Where to trim reads

Nicholas_Bokulich · August 29, 2018, 1:41am

Sounds reasonable. And running just the forward reads is a great idea just in case (and if nothing else, it is a useful comparison)

Based on all the above discussion, I would think yes subtract the primer lengths from the total amplicon length you have cited, unless if you aren't sure whether that length includes the primers. (to be on the safe side perhaps we should just assume that it does include the primers and you so would not subtract them).

It is lower that I like personally, but really does not sound bad. I would personally opt for fewer longer sequences than more shorter sequences, so long as I have enough reads.

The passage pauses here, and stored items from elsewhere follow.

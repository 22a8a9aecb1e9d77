/* bench_radiative.c - nanoseconds per radiative factor, as a ratio to the bare logarithms and
 * dilogarithms that one cannot do without; and what tails cost beside it. */
#include <math.h>
#include <stdio.h>
#include <time.h>

#include "beamhours/physics/dilog.h"
#include "beamhours/physics/radiative.h"
#include "beamhours/physics/radiative_tail.h"
#include "beamhours/units/constants.h"

/* maximon-tjon: four dilogarithms for each of three pairs of momenta, three for those with a
 * particle at rest, two in the vertices; logarithms as asinh and log1p in front of them and in the
 * loops. */
enum { EVENTS = 256, ROUNDS = 400, DILOGS = 17, LOGS = 27 };

static double seconds(void)
{
    struct timespec now;
    (void)clock_gettime(CLOCK_MONOTONIC, &now);
    return (double)now.tv_sec + 1e-9 * (double)now.tv_nsec;
}

static double bare(double *sum)
{
    const double start = seconds();
    for (int r = 0; r < ROUNDS; r++)
        for (int i = 0; i < EVENTS; i++) {
            for (int k = 0; k < DILOGS; k++)
                *sum += bh_dilog(1.0 - exp2(k - 12) * (i + 1.0));
            for (int k = 0; k < LOGS; k++)
                *sum += log(k + i + 1.0 + 1e-9 * r);
        }
    return 1e9 * (seconds() - start) / ROUNDS / EVENTS;
}

int main(void)
{
    static double angle[EVENTS], factor[EVENTS];
    static bh_event event[EVENTS];
    static const char *const beams[] = {"electron", "muon-"};
    double sum = 0.0;
    const double calls = bare(&sum);
    printf("%d dilogarithms and %d logarithms %.0f ns\n", DILOGS, LOGS, calls);
    bh_structure *dipole = bh_structure_new("dipole", 1, 1, NULL);
    for (int b = 0; b < 2 && dipole; b++) {
        bh_particle beam;
        if (!bh_particle_find(beams[b], &beam))
            return 1;
        const bh_encounter x = {&beam, -1, 1, 1, BH_MASS_PROTON, 855.0, dipole, 0.0};
        const bh_collision in = {beam.mass, x.target, x.kinetic};
        for (int i = 0; i < EVENTS; i++)
            angle[i] = 0.2 + 2.5 * i / EVENTS;
        bh_kinematics_batch(&in, EVENTS, angle, BH_BRANCH_FAST, event);
        for (int k = 0; bh_radiative_at(k); k++) {
            const bh_radiative *row = bh_radiative_at(k);
            const double start = seconds();
            for (int r = 0; r < ROUNDS; r++) {
                row->factor(&x, 10.0 + 1e-6 * r, EVENTS, event, factor);
                sum += factor[r % EVENTS];
            }
            const double each = 1e9 * (seconds() - start) / ROUNDS / EVENTS;
            printf("%-8s %-12s %5.0f ns/event, %.2f times the calls\n", beams[b], row->name, each,
                   each / calls);
        }
        const double kinetic[] = {300.0, 400.0, 500.0, 600.0};
        double tail[4], start = seconds();
        for (int r = 0; r < ROUNDS / 4; r++) {
            bh_radiative_tail_exact(&x, 0.5, 4, kinetic, tail);
            sum += tail[r % 4];
        }
        const double exact = 1e9 * (seconds() - start) / ROUNDS;
        start = seconds();
        for (int r = 0; r < ROUNDS / 4; r++) {
            bh_radiative_tail_peaking(&x, 0.5, 4, kinetic, tail);
            sum += tail[r % 4];
        }
        const double peaking = 1e9 * (seconds() - start) / ROUNDS;
        printf("%-8s tail: exact %.0f ns, peaking %.0f ns (checksum %g)\n", beams[b], exact,
               peaking, sum);
    }
    bh_structure_free(dipole);
    return dipole ? 0 : 1;
}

So it is definitely worth running all ways and compare the stats output to decide what works best for you.

You could also experiment with the --p-trunc-q parameter instead — since you are joining pair-end reads it may prove useful here for getting more length out of higher-quality reads, instead of trimming all at the same length.

Sorry this is such a difficult trial-and-error process! The good news is all steps after denoising are usually easier..

I hope that helps!.

ariel · August 29, 2018, 2:00am

Okay, thank you. I also tried one cutting at 293, which has two 13 bases and a 14.

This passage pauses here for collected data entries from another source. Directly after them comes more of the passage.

/* scalar.h - the small print of YAML texts: comments that cut them, blanks behind them, escapes. */
#ifndef BH_DOCUMENT_SCALAR_H
#define BH_DOCUMENT_SCALAR_H

#include <stdbool.h>
#include <stddef.h>
#include <stdint.h>
#include <yaml.h>

#include "beamhours/document/node.h"

/* How the text, list or mapping is written that an event of the parser begins. */
bh_node_style bh_event_style(const yaml_event_t *event);

/* Has the document that begins lines with % before it? */
bool bh_event_directives(const yaml_event_t *event);

/* Is there nothing at all, as behind `key:` at the end of a line, or no node? */
bool bh_node_empty(const bh_node *node);

/* Of the NUL-terminated `bytes`, the plain text from byte `from` to `to` was read: is it followed
 * by a `#` that looks like part of it, as in `Run #3`?  A comment has a blank on both sides, or
 * more than one before it, or stands behind a quantity and begins with a letter. */
bool bh_scalar_looks_cut(const char *bytes, size_t from, size_t to);

/* The end of a text from `from` to `to`, blanks and line ends behind it left out; above `from`. */
size_t bh_scalar_trimmed(const char *bytes, size_t from, size_t to);

/* Holds the value a character that only an escape can have written?  Then `point` is the first. */
bool bh_scalar_hidden(const char *text, size_t length, uint32_t *point);

/* `{a: 1,5 cm}` is read as a value `1` and a key `5 cm` without one: are `value` and `key` such? */
bool bh_scalar_comma_parts(const bh_node *value, const bh_node *key);

/* Copies as much of `text` as fits into `size` bytes (at least 8); "..." marks a cut. */
void bh_scalar_short(const char *text, char *out, size_t size);

#endif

I guess i'm wondering, if I can get enough reads out of this, is using lower quality + paired end still better than just using the forward?

In terms of --p-trunc-q

"Reads are truncated at the first instance of
a quality score less than or equal to this
value. If the resulting read is then shorter
** than trunc_len_f or trunc_len_r**
** (depending on the direction of the read) it**
** is discarded."**

I'm wondering what you think would be a useful way to use this paramter in this context.

Nicholas_Bokulich · August 29, 2018, 2:33am

That's very subjective. I'd say no, if you don't get enough reads then shorter is better (and I have gone that route when in your position). But if it is a matter of losing some samples that maybe are not critical... then it becomes a balance of priorities.

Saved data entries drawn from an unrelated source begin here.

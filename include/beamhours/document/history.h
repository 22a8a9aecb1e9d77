/* history.h - the steps of an edit, each a splice that can be undone. */
#ifndef BH_DOCUMENT_HISTORY_H
#define BH_DOCUMENT_HISTORY_H

#include <stdbool.h>
#include <stddef.h>

#include "beamhours/base/text.h"
#include "beamhours/document/edit.h"
#include "beamhours/document/pieces.h"

/* One step: `was` at byte `at` became `is`. */
typedef struct {
    size_t at; /* [bytes] */
    bh_text was, is, note, path;
    bh_edit_step shown;
} bh_step;

typedef struct {
    bh_step *steps;
    size_t count, room;
    size_t done;  /* of count */
    size_t saved; /* how many steps were done when the text was last saved, */
    size_t aside; /* and how many more that can no longer be redone */
} bh_history;

void bh_history_free(bh_history *history);

/* Adds a step from text `before` to text `after`, done, in place of those that were undone.  Note
 * and path are taken over in every case.  False without memory: nothing has changed. */
bool bh_history_add(bh_history *history, bh_bytes before, bh_bytes after, bh_text *note,
                    bh_text *path);

/* Appends the text before step i where `text` is the one after it, or (`again`) the reverse. */
void bh_history_turn(const bh_step *step, bh_bytes text, bool again, bh_text *into);

/* [1] how many steps lie between the text and what was saved. */
size_t bh_history_distance(const bh_history *history);

/* Where a text differs from what was saved, as in bh_edit_changed; false where only a comparison
 * of the two can tell. */
bool bh_history_changed(const bh_history *history, bh_edit_range *ranges, size_t room,
                        size_t *count);

/* The range of `after` outside which it equals `before`. */
bh_edit_range bh_bytes_differ(bh_bytes before, bh_bytes after);

#endif
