/* bench_background.c - time of one integral over a momentum bite, of each background. */
#include <stdio.h>
#include <time.h>

#include "beamhours/physics/background.h"
#include "beamhours/units/constants.h"

enum { TURNS = 3000 };

static double seconds(void)
{
    struct timespec now;
    (void)clock_gettime(CLOCK_MONOTONIC, &now);
    return (double)now.tv_sec + 1e-9 * (double)now.tv_nsec;
}

int main(void)
{
    static const struct {
        const char *row, *beam;
        int z, a;
        double kinetic, degrees, from, to; /* [MeV] [deg] [MeV/c] */
    } rows[] = {
        {"quasi-elastic", "electron", 6, 12, 855.0, 40.0, 700.0, 800.0},
        {"quasi-elastic", "electron", 82, 208, 855.0, 40.0, 100.0, 855.0},
        {"inelastic", "electron", 1, 1, 4000.0, 25.0, 1800.0, 2400.0},
        {"inelastic", "electron", 1, 2, 10000.0, 20.0, 1000.0, 6000.0},
        {"atomic-electrons", "electron", 6, 12, 855.0, 2.0, 100.0, 855.0},
        {"knock-on", "muon-", 6, 12, 855.0, 20.0, 0.0, 855.0},
    };
    for (size_t i = 0; i < sizeof rows / sizeof rows[0]; i++) {
        bh_particle beam;
        if (!bh_particle_find(rows[i].beam, &beam))
            return 1;
        const bh_encounter x = {
            .beam = &beam, .z = rows[i].z, .a = rows[i].a, .kinetic = rows[i].kinetic};
        const bh_background *b = bh_background_find(rows[i].row);
        double value = 0.0;
        bh_background_validity validity;
        const double start = seconds();
        for (int turn = 0; turn < TURNS; turn++) {
            const bh_momentum_range range = {(rows[i].degrees + 1e-4 * turn) * BH_DEGREE,
                                             rows[i].from, rows[i].to};
            b->momentum_integral(&x, &range, &value, &validity);
        }
        const double took = (seconds() - start) * 1e9 / TURNS;
        printf("%-18s %-8s z %2d %8.0f ns an integral\n", b->name, beam.name, rows[i].z, took);
    }
    return 0;
}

You could just omit the trunc_len parameters and I think this should still work (and rely on the read merging stage to decide whether you have trimmed too much). But you could also set this to settings that you KNOW will not work (with wiggle room for length variation and the possibility that one read is high quality and truncated less while the paired read may be truncated more within reason).... so maybe 200 nt in this case?

I hope that helps! Please share the stats results when all runs are done and we can help make a decision.

ariel · August 29, 2018, 9:26pm

Hello! Excitingly it worked a lot better with 300f and 273r. The person that did the sequencing didn't think there was any one length of the region that could be calculated, but noted that because it's a variable region it can vary quite a bit, even to 550nt. So in the case of even 550nt, it looks like this cutoff would still give 26nt of overlap

What do you think about the fact that several lower quality bases had to be used with this cutoff? It seems to me that this is just what had to be done with this particular data? And it seems fairly high quality overall. I'm moving forward with this one.

Even with this cutoff, if i want to use only samples with say > 10,000 reads, I would have to discard a couple hundred, and about 100 if I want use samples with > 5000 reads, though this may be okay.

Interestingly, I also tried cutting at 300f and 292r, and despite the additional overlap, it actually did not merge as well as 300f and 273r, in fact it was much worse presumably because the sequence quality really drops off after 273.

The forward only attempt also worked well, and there I would need to discard fewer samples, however I'd like to use paired end if possible since my reading indicates that it is better able to align to reference sequences and detects repetitive elements and rearrangements

Thank you again for all of your help!!

p.s. I also tried several different quality cutoffs 20, 24, 26, and specified 200 f and r, however none of those worked. They all had mostly 0, and a couple 2 merged non-chimeric reads. Anyway, using the forward and reverse cuts that I did was great, just wanted to share that as well.

Nicholas_Bokulich · August 30, 2018, 1:05am

That's fantastic! This does look a lot better. You are still losing some sequences during merging, but this is a small fraction so probably doesn't matter.

If you can, it may be interesting to run all the same downstream analyses (or at least look at taxonomic composition and beta diversity) on both the single-end and these paired data to make sure this does not matter. But don't sweat it.

It is fairly high-quality. And put it this way: if including the lower-quality bases were a problem, dada2 would let you know! (by dropping at the filtering step). You have lots of reads output, so can move on.

Longer sequences contain more information, so it is always better when possible.

Thanks for sharing! Very glad you were able to get this working in the end (it is almost always a maddening trial-and-error process!)

system · September 30, 2018, 7:05am

This topic was automatically closed 31 days after the last reply. New replies are no longer allowed.